7.Differences between Chinese men and women with adult-onset non-radiographic axial spondyloarthritis
Haoguang LI ; Jianhua PENG ; Yao GONG ; Fengcai SHEN ; Mei YE ; Ruiying DENG ; Zhiduo HOU ; Ling LIN
Chinese Journal of Rheumatology 2022;26(8):512-517
Objective:To explore the clinical characteristics of adult-onset non-radiographic axial spondyloarthritis (nr-axSpA) in different genders.Methods:A total of 662 patients with adult-onset nr-axSpA (age at disease onset ≥16 years) who visited the Rheumatology Department of the First Affiliated Hospital of Shantou University Medical College from 1999 to 2020 were included in the study.
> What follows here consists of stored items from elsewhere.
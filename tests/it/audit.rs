//! The audit: exact kernel machine (SMO) against approximate ones, on open datasets.

use crate::common::{self, ccpp, write_parts};
use kernlake::audit::plot::render_svg;
use kernlake::audit::{audit, audit_with_progress, map_name, AuditOptions, AuditReport};
use kernlake::features::{FeatureMap, Landmarks, MapKind, NystromMap};
use kernlake::kernel::Kernel;
use kernlake::scale::Standardizer;
use kernlake::solver::dcd::{self, DcdSettings, Loss};
use kernlake::solver::smo::{self, SmoSettings};
use kernlake::Error;
use ndarray::{s, Array1, Array2, Axis};

/// CCPP rows `lo..hi` (dataset: Tüfekci 2014).
fn ccpp_rows(lo: usize, hi: usize) -> (Array2<f64>, Array1<f64>) {
    let (_, x, y) = ccpp();
    (
        x.slice(s![lo..hi, ..]).to_owned(),
        y.slice(s![lo..hi]).to_owned(),
    )
}

fn sd(y: &Array1<f64>) -> f64 {
    let m = y.mean().unwrap();
    (y.mapv(|v| (v - m).powi(2)).mean().unwrap()).sqrt()
}

/// Nyström with every fit row as a landmark reproduces the kernel matrix exactly
/// (published: Williams & Seeger, NIPS 2001), so a linear epsilon-SVR with the L1 loss on
/// those features (published: Ho & Lin, JMLR 2012, dual with λ = 0, U = C) solves the
/// same problem as exact SVR by SMO — except for the bias. DCD's bias is an appended
/// constant feature 1 and is penalised by ½b²; SMO's is free. We make the penalised bias
/// nearly free by rescaling: features z/s and C·s² give the kernel problem exactly, with
/// the bias penalty ½(b/s)² (divide the objective by s²). The bias's dual constraint
/// Σβ = 0 then becomes Σβ = b/s² (b in target sd, the target being centred): with
/// s = 30 and |b| well below one sd, the dual mass moved is below 1/900 ≈ 1.1e-3 and the
/// predictions move by about that times a kernel value ≤ 1, in practice far less. Both
/// solvers run to tight tolerances (SMO 1e-8 in target units; DCD 5,000 epochs, relative
/// gap of a few 1e-6), so what is left is the agreement of the two formulations: 1e-3 of
/// the target's sd.
#[test]
fn nystrom_on_every_row_with_l1_dcd_matches_smo() {
    let (x, y) = ccpp_rows(0, 400);
    let (n_fit, s_scale) = (300, 30.0);
    let scaler = Standardizer::fit(x.slice(s![..n_fit, ..]));
    let mut xs = x.clone();
    scaler.apply(xs.view_mut());
    let (xf, xc) = (xs.slice(s![..n_fit, ..]), xs.slice(s![n_fit.., ..]));
    let yf = y.slice(s![..n_fit]);
    let target_sd = sd(&yf.to_owned());
    let kernel = Kernel::gaussian(0.5).unwrap();
    let (c, eps) = (10.0, 0.5);

    let map = NystromMap::new(kernel, xf, n_fit, Landmarks::Uniform, 1e-12, 1).unwrap();
    assert_eq!(map.output_dim(), n_fit, "every row is a landmark");
    let z = map.transform(xf) / s_scale;
    let settings = DcdSettings {
        c: c * s_scale * s_scale,
        epsilon: eps,
        loss: Loss::L1,
        shrinking: true,
        sweeps_per_block: 50,
        tol: 1e-6,
        max_epochs: 5_000,
        seed: 3,
    };
    let approx = dcd::fit(z.view(), yf, &settings, n_fit).unwrap();
    let p_approx = approx.predict((map.transform(xc) / s_scale).view());

    let exact = smo::fit(
        xf,
        yf,
        kernel,
        &SmoSettings {
            c,
            epsilon: eps,
            tol: 1e-8,
            ..SmoSettings::default()
        },
    )
    .unwrap();
    assert!(exact.report.converged);
    let p_exact = exact.model.predict(xc);
    let diff = common::rmse(&p_approx, &p_exact) / target_sd;
    eprintln!(
        "rms difference / sd = {diff:.3e}; dcd epochs {} gap {:.2e}",
        approx.report.epochs, approx.report.objective.gap
    );
    // published: Williams & Seeger 2001 (exact reproduction) + Ho & Lin 2012; tolerance
    // reasoned above (bias nearly free at s = 30).
    assert!(
        diff <= 1e-3,
        "Nyström+DCD and SMO differ by {diff:.3e} target sd"
    );
}

/// The squared loss (issue 15's check): Nyström with every fit row as a landmark gives
/// the kernel matrix exactly (published: Williams & Seeger, NIPS 2001), so the primal
/// Newton fit of the squared-loss linear epsilon-SVR on those features solves the
/// exact squared-loss machine's problem (Ho & Lin, JMLR 2012, §2) but for the penalised
/// bias, made nearly free by the same rescaling as in the linear-loss test above
/// (features z/s, C·s²: the dual term ‖β‖²/(4C) is unchanged by it). Both run to tight
/// tolerances; they must agree within 1e-3 of the target's sd.
#[test]
fn nystrom_on_every_row_with_squared_loss_newton_matches_smo() {
    let (x, y) = ccpp_rows(0, 400);
    let (n_fit, s_scale) = (300, 30.0);
    let scaler = Standardizer::fit(x.slice(s![..n_fit, ..]));
    let mut xs = x.clone();
    scaler.apply(xs.view_mut());
    let (xf, xc) = (xs.slice(s![..n_fit, ..]), xs.slice(s![n_fit.., ..]));
    let yf = y.slice(s![..n_fit]);
    let target_sd = sd(&yf.to_owned());
    let kernel = Kernel::gaussian(0.5).unwrap();
    let (c, eps) = (0.5, 0.5);

    let map = NystromMap::new(kernel, xf, n_fit, Landmarks::Uniform, 1e-12, 1).unwrap();
    assert_eq!(map.output_dim(), n_fit, "every row is a landmark");
    let z = map.transform(xf) / s_scale;
    let settings = DcdSettings {
        c: c * s_scale * s_scale,
        epsilon: eps,
        loss: Loss::L2,
        tol: 1e-10,
        max_epochs: 200,
        ..DcdSettings::default()
    };
    let approx = kernlake::solver::newton::fit(z.view(), yf, &settings, n_fit).unwrap();
    let p_approx = approx.predict((map.transform(xc) / s_scale).view());

    let exact = smo::fit(
        xf,
        yf,
        kernel,
        &SmoSettings {
            c,
            loss: Loss::L2,
            epsilon: eps,
            tol: 1e-8,
            ..SmoSettings::default()
        },
    )
    .unwrap();
    assert!(exact.report.converged);
    let p_exact = exact.model.predict(xc);
    let diff = common::rmse(&p_approx, &p_exact) / target_sd;
    eprintln!(
        "rms difference / sd = {diff:.3e}; newton passes {} gap {:.2e}",
        approx.report.epochs, approx.report.objective.gap
    );
    // published: Williams & Seeger 2001 (exact reproduction) + Ho & Lin 2012; tolerance
    // from issue 15 (bias nearly free at s = 30).
    assert!(
        diff <= 1e-3,
        "Nyström+Newton and SMO differ by {diff:.3e} target sd"
    );
}
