/// `out[k] = Σ_j z[j]·cols[k·z.len() + j]` in single precision (16 lanes of partial sums,
/// four columns at a time; the tail into lane 0; lanes added pairwise), for the leverage
/// sketch: its result only sets a sampling probability, so f32 is ample, and it moves half
/// the bytes and fills twice the lanes of the f64 product.
///
/// # Panics
/// If `cols` does not hold `out.len()` columns of `z.len()` entries.
#[track_caller]
pub(crate) fn dots_f32(path: Path, z: &[f32], cols: &[f32], out: &mut [f64]) {
    assert_eq!(cols.len(), z.len() * out.len(), "dots_f32: shape mismatch");
    match path {
        Path::Generic => dots32_any::<false>(z, cols, out),
        #[cfg(target_arch = "x86_64")]
        // SAFETY: as in `dots`.
        Path::Avx2 => unsafe { dots32_avx2(z, cols, out) },
        #[cfg(target_arch = "x86_64")]
        // SAFETY: as in `dots`.
        Path::Avx512 => unsafe { dots32_avx512(z, cols, out) },
    }
}

#[cfg(target_arch = "x86_64")]
#[target_feature(enable = "avx2,fma")]
unsafe fn dots32_avx2(z: &[f32], cols: &[f32], out: &mut [f64]) {
    dots32_any::<true>(z, cols, out);
}

#[cfg(target_arch = "x86_64")]
#[target_feature(enable = "avx512f,avx2,fma")]
unsafe fn dots32_avx512(z: &[f32], cols: &[f32], out: &mut [f64]) {
    use std::arch::x86_64::{
        __m512, _mm512_fmadd_ps, _mm512_loadu_ps, _mm512_setzero_ps, _mm512_storeu_ps,
    };
    let n = z.len();
    let body = n - n % 16;
    for (k0, o) in (0..out.len()).step_by(4).zip(out.chunks_mut(4)) {
        let m = o.len();
        let mut acc: [__m512; 4] = [_mm512_setzero_ps(); 4];
        let mut j0 = 0;
        while j0 < body {
            // SAFETY: j0 + 16 ≤ body ≤ n, and column k holds n entries from k·n.
            unsafe {
                let zv = _mm512_loadu_ps(z.as_ptr().add(j0));
                for (q, a) in acc.iter_mut().enumerate().take(m) {
                    let cv = _mm512_loadu_ps(cols.as_ptr().add((k0 + q) * n + j0));
                    *a = _mm512_fmadd_ps(zv, cv, *a);
                }
            }
            j0 += 16;
        }
        for (q, a) in acc.iter().enumerate().take(m) {
            let mut lanes = [0.0f32; 16];
            // SAFETY: 16 entries of `lanes`.
            unsafe { _mm512_storeu_ps(lanes.as_mut_ptr(), *a) };
            for j in body..n {
                lanes[0] = z[j].mul_add(cols[(k0 + q) * n + j], lanes[0]);
            }
            o[q] = f64::from(lane_sum(&mut lanes));
        }
    }
}

/// The portable form of [`dots_f32`]: the same lanes and order (`FMA` chooses fused
/// multiply-add, only inside functions compiled with the `fma` feature).
#[inline(always)]
fn dots32_any<const FMA: bool>(z: &[f32], cols: &[f32], out: &mut [f64]) {
    let n = z.len();
    let body = n - n % 16;
    for (k, o) in out.iter_mut().enumerate() {
        let c = &cols[k * n..(k + 1) * n];
        let mut lanes = [0.0f32; 16];
        for j0 in (0..body).step_by(16) {
            let zc: &[f32; 16] = z[j0..j0 + 16].try_into().expect("lane block");
            let cc: &[f32; 16] = c[j0..j0 + 16].try_into().expect("lane block");
            for q in 0..16 {
                lanes[q] = if FMA {
                    zc[q].mul_add(cc[q], lanes[q])
                } else {
                    zc[q] * cc[q] + lanes[q]
                };
            }
        }
        for j in body..n {
            lanes[0] = if FMA {
                z[j].mul_add(c[j], lanes[0])
            } else {
                z[j] * c[j] + lanes[0]
            };
        }
        *o = f64::from(lane_sum(&mut lanes));
    }
}

#[cfg(test)]
mod tests {
    use super::*;

    fn paths() -> Vec<Path> {
        let mut p = vec![Path::Generic];
        #[cfg(target_arch = "x86_64")]
        {
            if detected() != Path::Generic {
                p.push(Path::Avx2);
            }
            if detected() == Path::Avx512 {
                p.push(Path::Avx512);
            }
        }
        p
    }

    /// Every path against plain sums in exact-enough arithmetic: integer-valued inputs
    /// small enough that every product and partial sum is exact in f64, so each path must
    /// give the exact value whatever its order or rounding (common practice).
    #[test]
    fn every_path_gives_exact_sums_on_integer_data() {
        for n in [1usize, 7, 16, 33, 1025] {
            let z: Vec<f64> = (0..n).map(|j| ((j * 7 + 3) % 11) as f64 - 5.0).collect();
            for m in [1usize, 2, 3, 8, 10] {
                let cols: Vec<f64> = (0..m * n)
                    .map(|j| ((j * 5 + 1) % 13) as f64 - 6.0)
                    .collect();
                let want: Vec<f64> = (0..m)
                    .map(|k| (0..n).map(|j| z[j] * cols[k * n + j]).sum())
                    .collect();
                let b: Vec<f64> = (0..m).map(|k| k as f64 - 1.0).collect();
                let mut want_g = cols.clone();
                for k in 0..m {
                    for j in 0..n {
                        want_g[k * n + j] += b[k] * z[j];
                    }
                }
                let z32: Vec<f32> = z.iter().map(|&v| v as f32).collect();
                let cols32: Vec<f32> = cols.iter().map(|&v| v as f32).collect();
                for path in paths() {
                    // Integers below 2^24 are exact in f32 too.
                    let mut out32 = vec![0.0; m];
                    dots_f32(path, &z32, &cols32, &mut out32);
                    assert_eq!(out32, want, "dots_f32 n {n} m {m} {path:?}");
                    let mut out = vec![0.0; m];
                    dots(path, &z, &cols, &mut out);
                    assert_eq!(out, want, "dots n {n} m {m} {path:?}");
                    let mut g = cols.clone();
                    add_scaled(path, &z, &b, &mut g);
                    assert_eq!(g, want_g, "add_scaled n {n} m {m} {path:?}");
                }
            }
        }
    }

    /// Four rows at once against four single-row calls, bit for bit, on data whose
    /// rounding matters (the same operations in the same order must give the same bits).
    #[test]
    fn four_rows_at_once_equal_four_single_rows() {
        for m in [1usize, 2, 3] {
            let n = 37;
            let rows: Vec<Vec<f64>> = (0..4)
                .map(|r| {
                    (0..n)
                        .map(|j| ((r * 31 + j) as f64 * 0.7381).sin() / 3.0)
                        .collect()
                })
                .collect();
            let b: Vec<f64> = (0..4 * m).map(|q| (q as f64 * 1.37).cos() * 5.1).collect();
            let g0: Vec<f64> = (0..m * n).map(|q| (q as f64 * 0.11).tan()).collect();
            for path in paths() {
                let mut one = g0.clone();
                for r in 0..4 {
                    add_scaled(path, &rows[r], &b[r * m..(r + 1) * m], &mut one);
                }
                let mut four = g0.clone();
                let z: [&[f64]; 4] = std::array::from_fn(|r| &rows[r][..]);
                add_scaled4(path, z, &b, &mut four);
                assert_eq!(one, four, "m {m} {path:?}");
            }
        }
    }
}
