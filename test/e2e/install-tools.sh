#!/usr/bin/env bash
# Installs what the editor end-to-end test needs, once per machine (about 2 minutes from bare):
# Debian's chromium (driven by playwright-core), libkrb5-dev and ripgrep (needed to build code-server
# from npm offline), neovim, code-server 4.100.3 (the last release for Node 20) and playwright-core.
# Everything goes under $E2E_WORK (default /tmp/trialbook-e2e); nothing is installed into the project.
# Recipe and pitfalls: ../shared/e2e/README.md of the workspace.
set -euo pipefail
WORK=${E2E_WORK:-/tmp/trialbook-e2e}
CS_VERSION=4.100.3
PW_VERSION=1.65.1
mkdir -p "$WORK"

export DEBIAN_FRONTEND=noninteractive
need=()
for p in libkrb5-dev ripgrep chromium neovim build-essential python3; do
  dpkg -s "$p" >/dev/null 2>&1 || need+=("$p")
done
if [ ${#need[@]} -gt 0 ]; then
  # The lock serialises apt between the processes that share this machine.
  flock /tmp/apt.lock apt-get update -qq
  flock /tmp/apt.lock apt-get install -y -qq --no-install-recommends "${need[@]}" >/dev/null
fi

# code-server pins @vscode/ripgrep 1.15.11, whose postinstall downloads rg from the internet; it looks
# in this cache first, so Debian's rg under the expected name keeps the install offline.
case "$(uname -m)" in
  x86_64) RG_TARGET=x86_64-unknown-linux-musl ;;
  aarch64) RG_TARGET=aarch64-unknown-linux-musl ;;
  *) echo "unsupported architecture $(uname -m)"; exit 1 ;;
esac
RG_CACHE="${TMPDIR:-/tmp}/vscode-ripgrep-cache-1.15.11"
if [ ! -f "$RG_CACHE/ripgrep-v13.0.0-10-$RG_TARGET.tar.gz" ]; then
  mkdir -p "$RG_CACHE/stage" && cp /usr/bin/rg "$RG_CACHE/stage/rg"
  tar -czf "$RG_CACHE/ripgrep-v13.0.0-10-$RG_TARGET.tar.gz" -C "$RG_CACHE/stage" rg
  rm -rf "$RG_CACHE/stage"
fi

if [ ! -x "$WORK/cs/node_modules/.bin/code-server" ]; then
  mkdir -p "$WORK/cs"
  echo '{ "name": "cs-host", "private": true, "allowScripts": { "code-server": true, "argon2": true } }' > "$WORK/cs/package.json"
  # unsafe_perm: code-server's postinstall refuses root without it; yes: node-pty runs `npx node-gyp`.
  (cd "$WORK/cs" && npm_config_unsafe_perm=true npm_config_yes=true \
     npm install --no-audit --no-fund --loglevel=error "code-server@$CS_VERSION" > "$WORK/cs-install.log" 2>&1) \
    || { tail -60 "$WORK/cs-install.log"; exit 1; }
fi

if [ ! -d "$WORK/driver/node_modules/playwright-core" ]; then
  mkdir -p "$WORK/driver"
  echo '{ "name": "driver", "private": true }' > "$WORK/driver/package.json"
  (cd "$WORK/driver" && npm install --no-audit --no-fund --loglevel=error "playwright-core@$PW_VERSION")
fi
echo "e2e tools ready in $WORK"
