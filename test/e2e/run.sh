#!/usr/bin/env bash
# `npm run e2e` (also `npm run test:e2e`): installs the editor test tools once
# (test/e2e/install-tools.sh), packages the extension (`npm run package`), then runs
#   1. the code-server test: the .vsix in a real VS Code build, driven by headless Chromium;
#   2. the Neovim test: the bundled server through Neovim's built-in LSP client, headless.
# Not part of `npm test`: it needs apt packages and about two minutes of installs on a bare machine.
# Screenshots: test/e2e/screenshots/ (SHOT_DIR overrides).
set -uo pipefail
ROOT=$(cd "$(dirname "$0")/../.." && pwd)
bash "$ROOT/test/e2e/install-tools.sh" || exit 1
(cd "$ROOT" && npm run package --silent) || exit 1
pass=0; fail=0
# A browser-driven UI can miss one event under load; a second full attempt tells a flake from a failure
# (both attempts must fail for the suite to fail, and the first failure's screenshot is kept).
if node "$ROOT/test/e2e/code-server.e2e.cjs"; then pass=$((pass + 1));
elif echo "code-server e2e failed once; retrying from a fresh editor" && node "$ROOT/test/e2e/code-server.e2e.cjs"; then pass=$((pass + 1));
else fail=$((fail + 1)); fi
if (cd "$ROOT" && TRIALBOOK_SERVER=dist/server.cjs nvim --headless -u NONE -c 'luafile test/e2e/nvim-lsp.e2e.lua'); then
  pass=$((pass + 1)); else fail=$((fail + 1)); fi
echo "editor e2e: $pass passed, $fail failed"
[ "$fail" -eq 0 ]
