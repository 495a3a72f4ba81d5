/**
 * Keeps the dependency arrows of ARCHITECTURE.md honest by reading the import lines of every source file.
 */
import assert from "node:assert/strict";
import fs from "node:fs";
import path from "node:path";

function sourceFiles(dir: string): string[] {
  return fs.readdirSync(dir, { withFileTypes: true }).flatMap((e) => {
    const full = path.join(dir, e.name);
    return e.isDirectory() ? sourceFiles(full) : e.name.endsWith(".ts") ? [full] : [];
  });
}

/** Every module specifier imported (statically or dynamically) by a file, resolved to a repo path when relative. */
function importsOf(file: string): string[] {
  const text = fs.readFileSync(file, "utf8");
  const specs = [...text.matchAll(/(?:^|\n)\s*(?:import|export)[^'"]*?from\s*["']([^"']+)["']|import\(\s*["']([^"']+)["']\s*\)/g)].map((m) => m[1] ?? m[2]!);
  return specs.map((s) => (s.startsWith(".") ? path.relative(".", path.resolve(path.dirname(file), s)) : s));
}

function violations(dir: string, forbidden: (spec: string) => boolean): string[] {
  return sourceFiles(dir).flatMap((f) => importsOf(f).filter(forbidden).map((s) => `${f} imports ${s}`));
}

describe("layering (ARCHITECTURE.md invariants)", () => {
  it("the import scanner sees relative, package and dynamic imports", () => {
    const seen = importsOf("server/src/cli/read-text.ts");
    assert.ok(seen.includes("server/src/analysis/analyze-document.js"), seen.join(", "));
    assert.ok(seen.some((s) => s.startsWith("node:")), seen.join(", "));
    assert.ok(importsOf("server/src/lsp/server.ts").some((s) => s.startsWith("vscode-languageserver")));
  });

  it("stats imports nothing from the rest of the project", () => {
    assert.deepEqual(violations("server/src/stats", (s) => (s.startsWith("server/") || s.startsWith("grammar/")) && !s.startsWith("server/src/stats/")), []);
  });

  it("grammar knows nothing of the server, the editor or LSP", () => {
    assert.deepEqual(violations("grammar/src", (s) => s.startsWith("server/") || s.startsWith("extension/") || s.startsWith("vscode")), []);
  });

  it("the engine (analysis, planning, report, import, export, text) never imports LSP, the CLI or vscode", () => {
    for (const dir of ["analysis", "planning", "report", "import", "export", "text"]) {
      assert.deepEqual(
        violations(`server/src/${dir}`, (s) => s === "vscode" || s.startsWith("vscode-languageserver") || s.startsWith("server/src/lsp") || s.startsWith("server/src/cli")),
        [],
        dir,
      );
    }
  });

  it("only the LSP layer imports vscode-languageserver, and the CLI never imports the LSP layer", () => {
    assert.deepEqual(violations("server/src/cli", (s) => s.startsWith("server/src/lsp") || s.startsWith("vscode-languageserver")), []);
  });

  it("the extension imports nothing of the server but the protocol", () => {
    assert.deepEqual(violations("extension/src", (s) => (s.startsWith("server/") && s !== "server/src/protocol.js") || s.startsWith("grammar/")), []);
  });
});
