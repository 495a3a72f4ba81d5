#!/usr/bin/env bash
# `npm run e2e`: installs the editor test tools once (test/e2e/install-tools.sh), packages the
# extension (`npm run package`), and runs the code-server test. Not part of `npm test`: it needs apt
# packages and about two minutes of installs on a bare machine. Screenshots: test/e2e/screenshots/.
set -euo pipefail
ROOT=$(cd "$(dirname "$0")/../.." && pwd)
bash "$ROOT/test/e2e/install-tools.sh"
(cd "$ROOT" && npm run package --silent)
node "$ROOT/test/e2e/code-server.e2e.cjs"
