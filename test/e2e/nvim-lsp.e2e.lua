-- Headless Neovim (0.7+) end-to-end test of the Trialbook language server through Neovim's built-in
-- LSP client: a diagnostic for an unknown level, a hover with the ANOVA table, and the quick fix that
-- declares the level (applied, then the error is gone). Waits for signals, never fixed sleeps.
-- Run:  TRIALBOOK_SERVER=dist/server.cjs TRIALBOOK_SAMPLE=samples/two-factor.trial \
--         nvim --headless -u NONE -c 'luafile test/e2e/nvim-lsp.e2e.lua'
-- Exit status: 0 = all checks passed, 1 = failure (see stderr).
local function out(s) io.stdout:write(s .. '\n') end
local function fail(msg)
  io.stderr:write('FAIL: ' .. msg .. '\n')
  vim.cmd('cquit 1')
end

local ok, err = pcall(function()
  local server = vim.fn.fnamemodify(os.getenv('TRIALBOOK_SERVER') or 'dist/server.cjs', ':p')
  local sample = os.getenv('TRIALBOOK_SAMPLE') or 'samples/two-factor.trial'
  local timeout = tonumber(os.getenv('TRIALBOOK_TIMEOUT_MS') or '15000')
  if vim.fn.filereadable(server) == 0 then return fail('server not found: ' .. server) end

  -- The invented two-factor sample with one run whose resin is not a declared level.
  local lines = vim.fn.readfile(sample)
  local planted = false
  for i, l in ipairs(lines) do
    if l:find('r18  virgin   40 ', 1, true) then
      lines[i] = l:gsub('r18  virgin   40 ', 'r18  recycled 40 ')
      planted = true
    end
  end
  if not planted then return fail('the sample changed: cannot plant the unknown level') end
  local dir = vim.fn.tempname()
  vim.fn.mkdir(dir, 'p')
  local file = dir .. '/cover.trial'
  vim.fn.writefile(lines, file)

  vim.cmd('edit ' .. vim.fn.fnameescape(file))
  local bufnr = vim.api.nvim_get_current_buf()
  vim.bo[bufnr].filetype = 'trial'   -- -u NONE: no filetype detection; this becomes the languageId

  local exited = nil
  local client_id = vim.lsp.start_client({
    name = 'trialbook',
    cmd = { 'node', server, '--stdio' },
    root_dir = dir,
    on_exit = function(code, signal) exited = { code, signal } end,
  })
  if not client_id then return fail('start_client returned nil') end
  vim.lsp.buf_attach_client(bufnr, client_id)

  -- 1) the unknown-level error
  local function unknown_level()
    for _, d in ipairs(vim.diagnostic.get(bufnr)) do
      if d.code == 'unknown-level' then return d end
    end
    return nil
  end
  local got = vim.wait(timeout, function() return unknown_level() ~= nil or exited ~= nil end, 50)
  local d = unknown_level()
  if not got or not d then
    return fail('no unknown-level diagnostic within ' .. timeout .. ' ms' .. (exited and (' (server exited ' .. vim.inspect(exited) .. ')') or ''))
  end
  out(string.format('DIAGNOSTIC %d:%d severity=%d code=%s: %s', d.lnum + 1, d.col + 1, d.severity, tostring(d.code), d.message))
  if d.severity ~= vim.diagnostic.severity.ERROR or not d.message:find("'recycled'", 1, true) then
    return fail('unexpected diagnostic: ' .. vim.inspect(d))
  end

  -- 2) hover on the response name "shrink" (line "response shrink ...")
  local row = nil
  for i, l in ipairs(vim.api.nvim_buf_get_lines(bufnr, 0, -1, false)) do
    if l:match('^response shrink') then row = i end
  end
  vim.api.nvim_win_set_cursor(0, { row, 10 })
  local responses, herr = vim.lsp.buf_request_sync(bufnr, 'textDocument/hover', vim.lsp.util.make_position_params(), timeout)
  if not responses or not responses[client_id] or not responses[client_id].result then return fail('no hover: ' .. tostring(herr)) end
  local text = table.concat(vim.lsp.util.convert_input_to_markdown_lines(responses[client_id].result.contents), '\n')
  local anova = text:match('| Source.-\n\n') or text
  out('HOVER ' .. anova:gsub('\n', '\n      '))
  if not text:find('| resin x mold-temp |', 1, true) then return fail('the hover has no ANOVA row for the interaction') end

  -- 3) the quick fix at the diagnostic: declare the level, apply it, and the error goes away
  local params = {
    textDocument = vim.lsp.util.make_text_document_params(bufnr),
    range = { start = { line = d.lnum, character = d.col }, ['end'] = { line = d.end_lnum, character = d.end_col } },
    context = { diagnostics = vim.lsp.diagnostic.get_line_diagnostics(bufnr, d.lnum) },
  }
  local actions = vim.lsp.buf_request_sync(bufnr, 'textDocument/codeAction', params, timeout)
  local fix = nil
  for _, a in ipairs((actions and actions[client_id] and actions[client_id].result) or {}) do
    if a.title:find("Declare 'recycled'", 1, true) then fix = a end
  end
  if not fix or not fix.edit then return fail('no quick fix that declares the level: ' .. vim.inspect(actions)) end
  out('CODE ACTION ' .. fix.title)
  vim.lsp.util.apply_workspace_edit(fix.edit, 'utf-16')
  local fixed = vim.wait(timeout, function() return unknown_level() == nil end, 50)
  if not fixed then return fail('the error stayed after the quick fix') end
  local declared = false
  for _, l in ipairs(vim.api.nvim_buf_get_lines(bufnr, 0, -1, false)) do
    if l:find('levels virgin, regrind, recycled', 1, true) then declared = true end
  end
  if not declared then return fail('the quick fix did not declare the level') end
  out('FIXED the level is declared and the unknown-level error is gone')

  vim.lsp.stop_client(client_id)
  vim.wait(3000, function() return exited ~= nil end, 50)
  out('PASS nvim ' .. tostring(vim.version().major) .. '.' .. tostring(vim.version().minor) .. '.' .. tostring(vim.version().patch) .. ' (server exit: ' .. vim.inspect(exited) .. ')')
  vim.cmd('qall!')
end)
if not ok then fail('lua error: ' .. tostring(err)) end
Comparisons of baseline demographic and clinical characteristics between different genders were performed.Results:Overall, the male-to-female ratio was 1.17∶1, and the prevalence of human leukocyte antigen-B27 (HLA-B27) positivity was 71.8%(475/662). The median baseline disease duration and age at diagnosis was 1.6 (0.5, 4.0) years and 25.0 (21.0, 33.0) years respectively. The males had a significantly earlier age at disease onset and diagnosis [21.0 (18.0, 28.0) vs 25.0 (21.0, 30.0), Z=5.63, P<0.001; 24.0 (19.0, 32.0) vs 27.0 (23.0, 34.5), Z=4.90, P<0.001, respectively] than females. HLA-B27 positivity was more frequent in males than in females [78.4% (280/357) vs 63.9%(195/305), χ2=17.06, P<0.001]. The prevalence of inflammatory back pain (IBP), morning stiffness, nocturnal pain, enthesitis, hip and groin pain were higher in males, whereas females showed a higher prevalence of small joint involvement of the hands. At baseline, males had higher median ankylosing spondylitis disease activity score (ASDAS)-C-reaction protein (CRP) [3.0(2.3, 3.8) vs 2.4(2.0, 3.0), Z=5.59, P<0.001] and a greater prevalence of high disease activity ASDAS-CRP>2.1 [81.9%(185/227) vs 67.9%(133/195), χ2=11.08, P=0.001] than females. The proportions of male patients with elevated CRP levels and erythrocyte sedimentation rate (ESR) were also higher than those of female patients [49.0%(175/357) vs 27.9%(85/305), χ2=30.85, P<0.001; 49.3%(176/357) vs 33.4%(102/305), χ2=16.98, P<0.001, respectively]. Conclusion:The adult-onset nr-axSpA in China is characterized by a comparable sex ratio. Males have an earlier age at disease onset and are higher HLA-B27 positivity with higher prevalence of IBP, enthesitis, hip and groin pain, as well as high disease activity.